# Task directions
Each line below that contains "SharedBoard" should be counted; give the total alone.
┏━━
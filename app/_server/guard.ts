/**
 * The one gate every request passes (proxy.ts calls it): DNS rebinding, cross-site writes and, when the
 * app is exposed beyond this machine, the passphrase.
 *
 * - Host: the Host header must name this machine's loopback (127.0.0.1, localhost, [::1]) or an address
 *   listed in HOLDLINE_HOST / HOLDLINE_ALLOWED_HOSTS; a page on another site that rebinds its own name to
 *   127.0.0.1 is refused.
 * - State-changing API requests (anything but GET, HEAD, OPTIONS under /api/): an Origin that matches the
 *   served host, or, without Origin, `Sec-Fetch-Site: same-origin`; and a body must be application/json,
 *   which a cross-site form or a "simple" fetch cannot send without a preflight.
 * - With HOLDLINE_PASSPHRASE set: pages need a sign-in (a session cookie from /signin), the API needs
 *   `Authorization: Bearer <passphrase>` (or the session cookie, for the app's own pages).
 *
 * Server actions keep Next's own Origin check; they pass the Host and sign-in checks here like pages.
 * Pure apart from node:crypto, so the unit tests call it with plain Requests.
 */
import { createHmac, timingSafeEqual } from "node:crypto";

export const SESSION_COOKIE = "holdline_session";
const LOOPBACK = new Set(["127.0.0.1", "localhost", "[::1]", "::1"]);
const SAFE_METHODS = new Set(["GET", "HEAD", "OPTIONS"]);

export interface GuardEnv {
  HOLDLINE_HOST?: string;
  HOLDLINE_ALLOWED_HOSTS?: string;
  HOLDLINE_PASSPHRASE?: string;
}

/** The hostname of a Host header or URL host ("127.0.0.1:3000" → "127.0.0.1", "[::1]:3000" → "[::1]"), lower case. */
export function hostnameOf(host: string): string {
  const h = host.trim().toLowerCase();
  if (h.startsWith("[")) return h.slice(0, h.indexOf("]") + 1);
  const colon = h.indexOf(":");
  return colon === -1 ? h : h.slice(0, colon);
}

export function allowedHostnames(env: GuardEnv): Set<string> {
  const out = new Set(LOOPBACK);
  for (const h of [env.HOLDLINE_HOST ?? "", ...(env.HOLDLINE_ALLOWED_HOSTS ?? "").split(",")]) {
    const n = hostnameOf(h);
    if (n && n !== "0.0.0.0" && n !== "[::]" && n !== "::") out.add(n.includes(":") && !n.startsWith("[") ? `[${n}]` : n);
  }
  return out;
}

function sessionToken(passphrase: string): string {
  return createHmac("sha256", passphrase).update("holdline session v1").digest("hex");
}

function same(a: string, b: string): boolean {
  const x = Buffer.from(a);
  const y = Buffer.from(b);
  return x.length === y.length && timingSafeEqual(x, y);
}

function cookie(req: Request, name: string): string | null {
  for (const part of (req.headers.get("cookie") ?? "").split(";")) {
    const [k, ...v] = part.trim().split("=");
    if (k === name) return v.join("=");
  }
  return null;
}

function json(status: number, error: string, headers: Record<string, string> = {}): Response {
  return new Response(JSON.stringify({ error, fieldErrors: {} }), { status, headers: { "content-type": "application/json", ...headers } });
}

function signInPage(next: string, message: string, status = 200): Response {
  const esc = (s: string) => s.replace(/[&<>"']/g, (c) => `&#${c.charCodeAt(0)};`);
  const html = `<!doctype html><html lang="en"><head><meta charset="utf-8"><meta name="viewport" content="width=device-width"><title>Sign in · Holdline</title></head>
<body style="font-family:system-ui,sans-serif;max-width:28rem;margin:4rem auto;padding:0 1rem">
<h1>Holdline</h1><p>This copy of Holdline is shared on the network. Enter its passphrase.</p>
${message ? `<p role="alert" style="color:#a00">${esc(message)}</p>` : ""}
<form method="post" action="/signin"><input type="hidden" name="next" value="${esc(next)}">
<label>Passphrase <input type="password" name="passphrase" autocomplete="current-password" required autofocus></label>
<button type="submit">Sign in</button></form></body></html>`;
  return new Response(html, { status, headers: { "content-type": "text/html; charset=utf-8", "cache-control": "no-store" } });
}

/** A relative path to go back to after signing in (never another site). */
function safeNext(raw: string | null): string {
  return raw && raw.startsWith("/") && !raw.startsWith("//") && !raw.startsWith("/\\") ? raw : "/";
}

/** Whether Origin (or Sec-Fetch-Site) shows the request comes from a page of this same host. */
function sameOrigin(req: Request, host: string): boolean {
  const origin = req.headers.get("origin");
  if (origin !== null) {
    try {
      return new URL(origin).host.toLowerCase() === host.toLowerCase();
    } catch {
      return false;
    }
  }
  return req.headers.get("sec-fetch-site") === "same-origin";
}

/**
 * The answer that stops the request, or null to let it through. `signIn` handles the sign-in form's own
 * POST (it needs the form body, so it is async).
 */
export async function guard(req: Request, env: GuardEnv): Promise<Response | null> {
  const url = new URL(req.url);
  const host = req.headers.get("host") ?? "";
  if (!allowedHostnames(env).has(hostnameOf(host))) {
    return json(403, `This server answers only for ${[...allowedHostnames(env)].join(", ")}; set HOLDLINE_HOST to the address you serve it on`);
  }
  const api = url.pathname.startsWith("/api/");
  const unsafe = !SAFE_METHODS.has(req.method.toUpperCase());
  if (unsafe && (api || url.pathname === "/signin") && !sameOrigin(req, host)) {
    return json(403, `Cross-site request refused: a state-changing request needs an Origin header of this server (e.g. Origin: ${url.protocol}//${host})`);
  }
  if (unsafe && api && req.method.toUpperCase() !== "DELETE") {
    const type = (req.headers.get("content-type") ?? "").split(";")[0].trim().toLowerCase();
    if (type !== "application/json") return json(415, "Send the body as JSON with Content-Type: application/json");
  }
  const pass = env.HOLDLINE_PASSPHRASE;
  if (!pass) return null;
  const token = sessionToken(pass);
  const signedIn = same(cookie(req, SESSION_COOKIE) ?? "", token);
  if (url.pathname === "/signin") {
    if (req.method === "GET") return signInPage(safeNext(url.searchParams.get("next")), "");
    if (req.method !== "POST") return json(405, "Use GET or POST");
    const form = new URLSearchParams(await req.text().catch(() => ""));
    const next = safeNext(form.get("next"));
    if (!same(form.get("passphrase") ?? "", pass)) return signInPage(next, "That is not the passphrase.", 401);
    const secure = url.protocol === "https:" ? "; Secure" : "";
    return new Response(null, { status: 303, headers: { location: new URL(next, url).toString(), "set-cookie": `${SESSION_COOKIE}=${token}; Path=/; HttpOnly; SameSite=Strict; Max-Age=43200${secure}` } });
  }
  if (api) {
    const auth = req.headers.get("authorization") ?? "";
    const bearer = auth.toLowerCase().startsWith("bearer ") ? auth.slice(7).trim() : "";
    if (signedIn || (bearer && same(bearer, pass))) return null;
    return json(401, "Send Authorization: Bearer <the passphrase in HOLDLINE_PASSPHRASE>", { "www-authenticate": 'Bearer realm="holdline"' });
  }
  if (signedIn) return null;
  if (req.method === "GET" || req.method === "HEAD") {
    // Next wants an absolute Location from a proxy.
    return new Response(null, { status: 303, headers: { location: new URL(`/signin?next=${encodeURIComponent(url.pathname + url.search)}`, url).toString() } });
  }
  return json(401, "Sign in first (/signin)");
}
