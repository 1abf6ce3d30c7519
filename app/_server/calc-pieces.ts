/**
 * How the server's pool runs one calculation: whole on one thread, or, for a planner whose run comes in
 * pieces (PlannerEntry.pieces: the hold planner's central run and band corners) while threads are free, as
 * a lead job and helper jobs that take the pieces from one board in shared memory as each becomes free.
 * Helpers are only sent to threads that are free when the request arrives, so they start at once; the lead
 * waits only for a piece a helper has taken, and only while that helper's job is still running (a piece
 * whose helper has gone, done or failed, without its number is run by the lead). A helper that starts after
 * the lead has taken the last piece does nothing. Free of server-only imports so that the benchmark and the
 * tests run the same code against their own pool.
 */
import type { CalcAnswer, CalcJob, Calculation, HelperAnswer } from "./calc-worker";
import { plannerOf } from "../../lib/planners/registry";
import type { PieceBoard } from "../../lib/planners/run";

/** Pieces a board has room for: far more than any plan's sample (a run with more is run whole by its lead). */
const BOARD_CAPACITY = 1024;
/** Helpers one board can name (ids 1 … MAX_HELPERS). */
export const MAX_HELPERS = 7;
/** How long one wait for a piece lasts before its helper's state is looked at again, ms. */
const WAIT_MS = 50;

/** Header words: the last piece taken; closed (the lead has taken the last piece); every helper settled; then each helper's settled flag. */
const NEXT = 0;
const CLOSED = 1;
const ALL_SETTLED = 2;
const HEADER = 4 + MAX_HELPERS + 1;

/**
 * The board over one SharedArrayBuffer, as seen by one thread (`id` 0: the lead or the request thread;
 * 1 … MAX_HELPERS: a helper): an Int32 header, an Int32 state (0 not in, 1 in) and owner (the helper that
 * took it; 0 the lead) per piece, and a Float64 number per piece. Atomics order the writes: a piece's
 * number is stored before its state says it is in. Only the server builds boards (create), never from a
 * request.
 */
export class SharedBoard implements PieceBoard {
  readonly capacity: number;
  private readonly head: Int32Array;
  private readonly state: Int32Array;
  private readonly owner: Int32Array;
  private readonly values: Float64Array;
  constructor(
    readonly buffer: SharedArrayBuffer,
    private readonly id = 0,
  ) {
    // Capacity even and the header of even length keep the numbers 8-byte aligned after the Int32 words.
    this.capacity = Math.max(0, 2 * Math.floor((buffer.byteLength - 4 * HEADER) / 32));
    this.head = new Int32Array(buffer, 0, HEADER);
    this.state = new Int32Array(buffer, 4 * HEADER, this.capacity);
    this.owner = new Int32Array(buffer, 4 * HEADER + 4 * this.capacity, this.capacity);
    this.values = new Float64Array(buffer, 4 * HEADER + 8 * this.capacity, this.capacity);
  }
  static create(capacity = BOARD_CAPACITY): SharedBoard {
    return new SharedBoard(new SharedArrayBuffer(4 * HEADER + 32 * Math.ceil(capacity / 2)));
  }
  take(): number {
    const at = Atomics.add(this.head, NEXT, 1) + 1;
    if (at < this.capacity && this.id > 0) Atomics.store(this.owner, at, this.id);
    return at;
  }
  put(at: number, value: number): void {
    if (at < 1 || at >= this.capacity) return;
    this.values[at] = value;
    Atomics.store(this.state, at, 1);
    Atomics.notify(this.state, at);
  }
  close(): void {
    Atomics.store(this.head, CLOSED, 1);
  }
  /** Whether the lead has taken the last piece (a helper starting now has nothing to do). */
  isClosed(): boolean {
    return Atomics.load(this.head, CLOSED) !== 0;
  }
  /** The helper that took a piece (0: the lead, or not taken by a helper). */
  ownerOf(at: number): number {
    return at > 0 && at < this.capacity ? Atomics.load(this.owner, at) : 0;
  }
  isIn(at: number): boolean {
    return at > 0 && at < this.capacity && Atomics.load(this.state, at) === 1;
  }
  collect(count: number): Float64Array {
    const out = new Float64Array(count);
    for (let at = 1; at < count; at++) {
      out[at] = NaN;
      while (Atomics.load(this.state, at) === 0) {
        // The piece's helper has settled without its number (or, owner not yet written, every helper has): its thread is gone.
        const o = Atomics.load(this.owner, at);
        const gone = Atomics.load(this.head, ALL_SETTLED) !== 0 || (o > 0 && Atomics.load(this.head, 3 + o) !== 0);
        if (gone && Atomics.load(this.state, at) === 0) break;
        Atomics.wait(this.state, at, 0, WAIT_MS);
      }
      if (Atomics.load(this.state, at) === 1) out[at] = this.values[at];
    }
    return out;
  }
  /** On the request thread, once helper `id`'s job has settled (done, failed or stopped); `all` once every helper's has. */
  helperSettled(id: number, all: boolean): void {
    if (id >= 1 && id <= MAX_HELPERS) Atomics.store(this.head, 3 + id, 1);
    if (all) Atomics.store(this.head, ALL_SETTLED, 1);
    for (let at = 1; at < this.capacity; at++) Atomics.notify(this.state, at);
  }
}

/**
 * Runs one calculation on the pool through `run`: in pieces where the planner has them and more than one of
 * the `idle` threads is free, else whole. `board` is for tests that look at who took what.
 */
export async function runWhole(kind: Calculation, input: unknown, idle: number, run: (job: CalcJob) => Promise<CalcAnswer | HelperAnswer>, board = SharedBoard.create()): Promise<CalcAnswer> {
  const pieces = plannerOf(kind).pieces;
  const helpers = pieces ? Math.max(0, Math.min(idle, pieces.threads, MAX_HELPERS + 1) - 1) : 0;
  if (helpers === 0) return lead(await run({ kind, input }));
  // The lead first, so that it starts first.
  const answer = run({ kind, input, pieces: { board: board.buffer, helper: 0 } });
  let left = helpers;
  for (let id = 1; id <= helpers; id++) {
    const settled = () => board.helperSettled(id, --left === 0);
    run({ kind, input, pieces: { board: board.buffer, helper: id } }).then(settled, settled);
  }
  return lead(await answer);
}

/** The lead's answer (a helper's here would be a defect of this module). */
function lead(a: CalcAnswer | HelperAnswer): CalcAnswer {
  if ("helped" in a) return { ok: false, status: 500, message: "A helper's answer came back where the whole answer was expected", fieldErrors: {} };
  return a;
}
┗━━
# Output for this task
4